Desplegó, luego, una inusitada actividad para llegar a los abismos en que se mueve la ceguera cósmica. Cubiertos los ojos con una capucha, imaginó la oscuridad absoluta en el universo. Las estrellas habían perdido el fragor incendiario de sus entrañas y se movían en la negrura y el silencio del espacio. Podían no existir ciegos físicos, pero los había virtuales al no poder percibir nada por falta de luz. ¿Sería capaz de desenvolverse el mundo en aquellas aterradoras tinieblas? Nunca lo supo. Lo único que llegó a saber es que salir a la calle con los ojos tapados era harto peligroso. Dos coches trataron de evitarlo, pero un tercero lo mandó al hospital, donde los médicos perdieron la cuenta de las lesiones y magulladuras. Cuando salió, después de meses, bizmado aún y con mataduras en todo el cuerpo, cuantos le veían hablaban de milagro y fortuna. Al año no le quedaba otra secuencia que la de habérsele acentuado la cojera del mal de ojo y dos chirlos en los carrillos.

Un día, con aspecto de estar de vuelta de todo, se proclamó inventor de las bacanales.

Como nadie le hizo caso, armó un gran alboroto amenazando con registrar su invento y cobrar sumas descomunales a cuantos en adelante quisieran entregarse al desenfreno vinícola. Pero entonces le llegó el tiempo de sentar la cabeza y la cosa no fue a más.

Perdió, a poco, el entusiasmo por lo banal y se puso a buscar esposa para formar una familia como era rigor hacer a su edad.

Conoció, entonces, a Petrovna Vinogradova.



II Petrovna, la madre.

Petrovna Vinogradova era el envés de Hermann. Quizá por eso se avinieron ambos tan de maravilla. Apenas conocerse, iban ya a salto de mata, por no poderlo hacer de cama, en orden a la guarda de las apariencias.

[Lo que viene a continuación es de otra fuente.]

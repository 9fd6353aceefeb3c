/**
 * End to end over real TCP on 127.0.0.1: the service drives the simulated bench
 * (app/sim) through the SCPI session, the sweep runner stores every point, the
 * analysis finds the gain-limit point. Expected values come from the theory
 * engine (app/circuit solveAc, checked against ngspice in its own tests) and
 * from the formula in DEVELOPERS.md "Theory" for the loop-gain-1 point.
 */
import { afterAll, beforeAll, describe, expect, it } from 'vitest';
import { join } from 'node:path';
import type { RolloffService } from '../../../app/service/service';
import { openServiceAt } from '../../../app/service/open-service';
import type { RunDetail } from '../../../app/contract/contract';
import { PointFlag } from '../../../app/contract/contract';
import { invertingGain100, sweepRequest, tempFolder } from './helpers';

describe('sweep on the simulated bench over TCP', () => {
  const folder = tempFolder();
  let service: RolloffService;
  let detail: RunDetail;
  const pointsSeen: number[] = [];
  const trafficRoles = new Set<string>();
  const progress: Array<{ step: number; total: number; etaS: number; status: string }> = [];

  beforeAll(async () => {
    service = await openServiceAt(join(folder.path, 'bench.sqlite'), { maxStimulusVpp: 1, simulatedBench: { timeScale: 50, noiseVrms: 1e-4, link: 'tcp' } });
    service.on('point', (p) => pointsSeen.push(p.index));
    service.on('traffic', (t) => trafficRoles.add(t.role));
    service.on('progress', (p) => progress.push(p));
    const design = await service.saveDesign(invertingGain100());
    const build = await service.createBuild({ designId: design.id, label: 'gain 100', notes: '', actualValues: {} });
    await service.startSimulatedBenchForBuild(build.id);
    const run = await service.startRun(sweepRequest(build.id));
    expect(await service.waitForRun(run.id)).toBe('done');
    detail = await service.getRun(run.id);
  });

  afterAll(async () => {
    await service.close();
    folder.remove();
  });

  it('answers on 127.0.0.1 only and is labelled simulated', async () => {
    const status = await service.benchStatus();
    for (const address of Object.values(status.simulatedBench!.addresses)) expect(address).toMatch(/^tcp:\/\/127\.0\.0\.1:\d+$/);
    expect(detail.simulated).toBe(true);
    expect(detail.bench.every((i) => i.simulated)).toBe(true);
  });

  it('reports progress: step rising to the total, ETA falling to 0, ending done', () => {
    const steps = progress.map((p) => p.step);
    expect(steps).toEqual([...steps].sort((a, b) => a - b));
    for (const p of progress) expect(p.step).toBeLessThanOrEqual(p.total);
    // While the planned points run, the total is the plan; refinement may add to it afterwards.
    expect(progress[0].total).toBe(detail.plannedCount);
    const last = progress[progress.length - 1];
    expect(last).toMatchObject({ step: detail.pointCount, total: detail.pointCount, etaS: 0, status: 'done' });
    expect(progress[0].etaS).toBeGreaterThan(0);
  });

  it('reports instrument traffic by role for the Bench view', () => {
    expect([...trafficRoles].sort()).toEqual(['generator', 'meter', 'scope']); // the meter answers *IDN? at connect
  });

  it('stores every planned point once, in step order, and emits each as it is measured', () => {
    expect(detail.points.step).toEqual(detail.points.step.map((_, i) => i));
    expect(detail.points.step.length).toBeGreaterThanOrEqual(detail.plannedCount);
    expect(pointsSeen).toEqual(detail.points.step);
  });

  it('measured gain agrees with theory within 3× its stated standard uncertainty plus the 0.1 % settling residual the plan allows', () => {
    // Theory at each measured frequency, from the same RunDetail's theory columns (solveAc of the build).
    const theoryAt = new Map(detail.theory.frequencyHz.map((f, i) => [f, detail.theory.gainDb[i]]));
    // e^−6.9 ≈ 0.1 % residual transient (plan settle rule) → 20·log10(1.001) ≈ 0.0087 dB.
    const settleResidualDb = 20 * Math.log10(1.001);
    let compared = 0;
    detail.points.stimulus.forEach((f, i) => {
      if (detail.points.flags[i] & PointFlag.distorted) return;
      const deltaDb = Math.abs(detail.points.gainDb[i] - theoryAt.get(f)!);
      expect(deltaDb, `at ${f} Hz`).toBeLessThanOrEqual(3 * detail.points.gainUncertaintyDb[i] + settleResidualDb);
      compared++;
    });
    expect(compared).toBeGreaterThan(15);
  });

  it('finds the gain-limit point within 10 % of theory (|A| = noise gain 101: ≈ GBW/101 ≈ 9.9 kHz, DEVELOPERS.md "Theory")', () => {
    const measured = detail.figures.gainLimitHz!;
    const theory = detail.theoryGainLimitHz!;
    expect(theory).toBeGreaterThan(9.0e3);
    expect(theory).toBeLessThan(10.5e3);
    expect(Math.abs(measured / theory - 1)).toBeLessThan(0.1);
  });

  it('a single-pole op-amp gives no closed-loop peaking: the margin from the peaking is a lower bound the computed margin meets', () => {
    // Single-pole loop T = A/101 crosses at ≈ 9.9 kHz, far above its pole (10 Hz): margin 180° − 90° − atan(9.9k/… ) ≈ 90° (Bode).
    expect(detail.figures.theoryPhaseMarginDeg!).toBeGreaterThan(89);
    expect(detail.figures.closedLoopPeakingDb!).toBeLessThan(0.1);
    expect(detail.figures.phaseMarginEstimateDeg!).toBeLessThanOrEqual(detail.figures.theoryPhaseMarginDeg!);
    expect(detail.figures.theoryWarnings).toBeUndefined();
  });

  it('estimates GBW within 10 % of the model\'s 1 MHz from the single-pole fit', () => {
    expect(Math.abs(detail.figures.gbwEstimateHz! / 1e6 - 1)).toBeLessThan(0.1);
  });

  it('refinement added points near the measured −3 dB / gain-limit crossing', () => {
    const refined = detail.points.stimulus.filter((_, i) => detail.points.flags[i] & PointFlag.refinement);
    expect(refined.length).toBeGreaterThan(0);
    const nearest = Math.min(...refined.map((f) => Math.abs(Math.log10(f / detail.figures.gainLimitHz!))));
    expect(nearest).toBeLessThan(0.01); // within 2.3 %
  });

  it('makes no scope-side cross-check with the shipped profile, which has no amplitude measurement (SCPI-1999 defines none for a digitizer)', () => {
    expect(detail.events.filter((e) => e.message.startsWith('cross-check'))).toHaveLength(0);
  });

  it('flags points past the theory gain-limit point', () => {
    detail.points.stimulus.forEach((f, i) => {
      expect((detail.points.flags[i] & PointFlag.pastGainLimit) !== 0).toBe(f > detail.theoryGainLimitHz!);
    });
  });
});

Cuando se miraba a Petrovna se pensaba primero, y ante todo, en una mujer gorda, sin paliativos. Las carnes le desbordaban por encima de la ropa pese a las muy cumplidas haldas que vestía, pero eran unas carnes majestuosas, gratas, no esas grasientas y fofas de aspecto desagradable. Los brazos, los muslos, los pechos de Petrovna invitaban al pellizco honesto, cargado de ternura y regocijo. Pero, ¡ojo!, que nadie intentara el pellizco por mucha honestad que imprimiera al acto porque se enfrentaría a su enojo. Estaba orgullosa de ser mujer de un solo hombre y así quería seguir siendo. Ciertamente no había llegado al matrimonio entera, pero no había sido por procaz desenfreno o lujuriosa voluptuosidad, sino por el mucho amor hacia Hermann a quien nunca supo negar nada, ni siquiera su doncellez.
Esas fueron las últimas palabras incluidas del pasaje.